I think a few unexplained cases in humans have occurred, however not proven to be linked to Glucosamine and many 1000s of people take it without a reaction whatsoever. 
http://livertox.nih.gov/Glucosamine.htm


----------



## SixStar (Dec 8, 2009)

Maybe she's getting confused with cod liver oil?


----------



## rottiepointerhouse (Feb 9, 2014)

Why don't you give Lintbells a ring or send them an email to see what they say - details below

http://www.lintbells.com/

"Feel free to take a tour of our website to learn more about us and our products. And if there's something else you'd like to know about any of our products, or if you have a question about your pet's health, please e-mail [email protected] or call us on 01462 416866".

Edited to add - not proof of course but my 3 have all been taking Yumove for 2-3 years now in addition to their NSAID - they have regular blood tests (6 monthly) and they are always fine.


----------



## Mum2Heidi (Feb 17, 2010)

My OH took it for a couple of years after a knee injury and it helped tremendously. He was on the waiting list for a second op which wasn't needed. We are sure Glucosamine paid a big part. 
Out of the blue he started having tummy problems. Stopped the Glucosamine and they went. His knee was fine from then on.

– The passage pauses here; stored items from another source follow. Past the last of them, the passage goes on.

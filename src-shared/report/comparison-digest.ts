/**
 * The model comparison of one group as the report prints it: one row per
 * candidate model, the tests that apply between them, a short reading that
 * always shows its numbers, and which model the analyst chose. A plain input
 * with no fits inside, so any stage (the app, the command line, a saved
 * project) can hand it to the report. `digestOfComparison` makes one from
 * the Models stage's comparison (src-shared/model/comparison.ts), and
 * `comparisonDigest` from fitted models.
 */
import { compareModels, type ComparedModel, type Comparison, type ComparisonRow } from '../model/comparison';
import type { FitOutcome } from '../engine/types';
import type { Distribution, ModelSpec } from '../model/spec';
import { formatNumber } from './number-format';

/**
 * One model's row: the Models stage's comparison row (log-likelihood, df =
 * parameters as AIC counts them, AIC, delta AIC, BIC, Pearson dispersion,
 * observed and expected zeros) without the fit, plus its label.
 */
export type ComparisonDigestRow = Omit<ComparisonRow, 'model'> & {
  /** The model's name as the analyst knows it ("Negative binomial"). */
  readonly label: string;
  readonly distribution: Distribution;
  readonly converged: boolean;
};

export interface ComparisonTestLine {
  readonly test: 'likelihood ratio' | 'Vuong';
  /** The two models, as labelled in the rows. */
  readonly models: readonly [string, string];
  readonly statistic: number;
  readonly p: number;
  /** The line as printed, with what the test can and cannot say. */
  readonly text: string;
}

export interface ModelComparisonDigest {
  readonly rows: readonly ComparisonDigestRow[];
  readonly tests: readonly ComparisonTestLine[];
  /** Sentences that read the table, each with its numbers. */
  readonly reading: readonly string[];
  /** Label of the model the report's trend comes from (one of the rows). */
  readonly chosen: string;
  /** The analyst's own words on why, when given. */
  readonly reason?: string;
}

/** A fitted candidate: its label, its spec and the engine's outcome. */
export interface CandidateFit {
  readonly label: string;
  readonly spec: ModelSpec;
  readonly outcome: FitOutcome;
}

const two = { kind: 'fixed', decimals: 2 } as const;
const pText = (p: number) => formatNumber(p, { kind: 'p' });

/** The test lines of a comparison, each with what the test can and cannot say. */
function testLines(c: Comparison): ComparisonTestLine[] {
  const lr = c.overdispersion.map(({ first, second, result: t }): ComparisonTestLine => ({
    test: 'likelihood ratio',
    models: [first.label, second.label],
    statistic: t.statistic,
    p: t.p,
    text: `Likelihood ratio, "${second.label}" against "${first.label}": statistic ${formatNumber(t.statistic, two)}, p ${pText(t.p)} (half the chi-square(1) tail, as theta = infinity lies on the boundary): ${t.p < 0.05 ? 'the counts vary more than a Poisson allows' : 'no clear sign of extra variation'}.`,
  }));
  const vuong = c.vuong.map(({ first, second, result }): ComparisonTestLine => {
    const v = result.aicCorrected;
    return {
      test: 'Vuong',
      models: [first.label, second.label],
      statistic: v.statistic,
      p: v.p,
      text: `Vuong (AIC-corrected), "${first.label}" against "${second.label}": z ${formatNumber(v.statistic, two)}, one-sided p ${pText(v.p)}, leaning to "${v.favours === 'first' ? first.label : second.label}". For information only: the zero model contains the count model, so this is not a valid test for extra zeros (Wilson 2015).`,
    };
  });
  return [...lr, ...vuong];
}

/** The digest of a comparison; `chosen` is the label of the model the analyst chose for the report. */
export function digestOfComparison(c: Comparison, chosen: string, reason?: string): ModelComparisonDigest {
  const labels = c.rows.map((r) => r.model.label);
  const twice = labels.find((l, i) => labels.indexOf(l) !== i);
  if (twice !== undefined) throw new RangeError(`Two of the models compared are both labelled "${twice}"; give each model its own label so the report can say which one was chosen.`);
  if (!c.rows.some((r) => r.model.label === chosen)) {
    throw new RangeError(`The chosen model "${chosen}" is not among the models compared (${c.rows.map((r) => `"${r.model.label}"`).join(', ')}); choose one of them.`);
  }
  const rows = c.rows.map(({ model, ...numbers }): ComparisonDigestRow => ({ ...numbers, label: model.label, distribution: model.spec.distribution, converged: model.outcome.summary.converged }));
  return { rows, tests: testLines(c), reading: [...c.reading], chosen, ...(reason ? { reason } : {}) };
}

/** The digest of fitted candidates (compared as the Models stage compares them). */
export function comparisonDigest(candidates: readonly CandidateFit[], chosen: string, reason?: string): ModelComparisonDigest {
  const models: ComparedModel[] = candidates.map((c, i) => ({ id: `m${i + 1}`, ...c }));
  return digestOfComparison(compareModels(models), chosen, reason);
}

We often wondered if it was his body's way of saying he didn't need it anymore.


----------



## Ceiling Kitty (Mar 7, 2010)

Okay, I've looked this up - lots of opinion out there but generally it seems that cases of liver damage associated with the use of glucosamine/chondroitin supplements are actually down to other ingredients in the tablets such as dimethyl sulfone and creatine monohydrate.

That said, I found dozens of reports of dogs eating entire bottles of the stuff in one go, who had no ill effects beyond vomiting and diarrhoea - no liver damage - so it didn't seem to me that the veterinary profession in general is worried about this.

We do know that injectable versions can cause bleeding disorders in high doses, but this doesn't happen with oral versions.

I did find one reference to these supplements contributing to liver scarring when used in patients who have liver inflammation for some other reason, but that treating the liver inflammation should eliminate this problem.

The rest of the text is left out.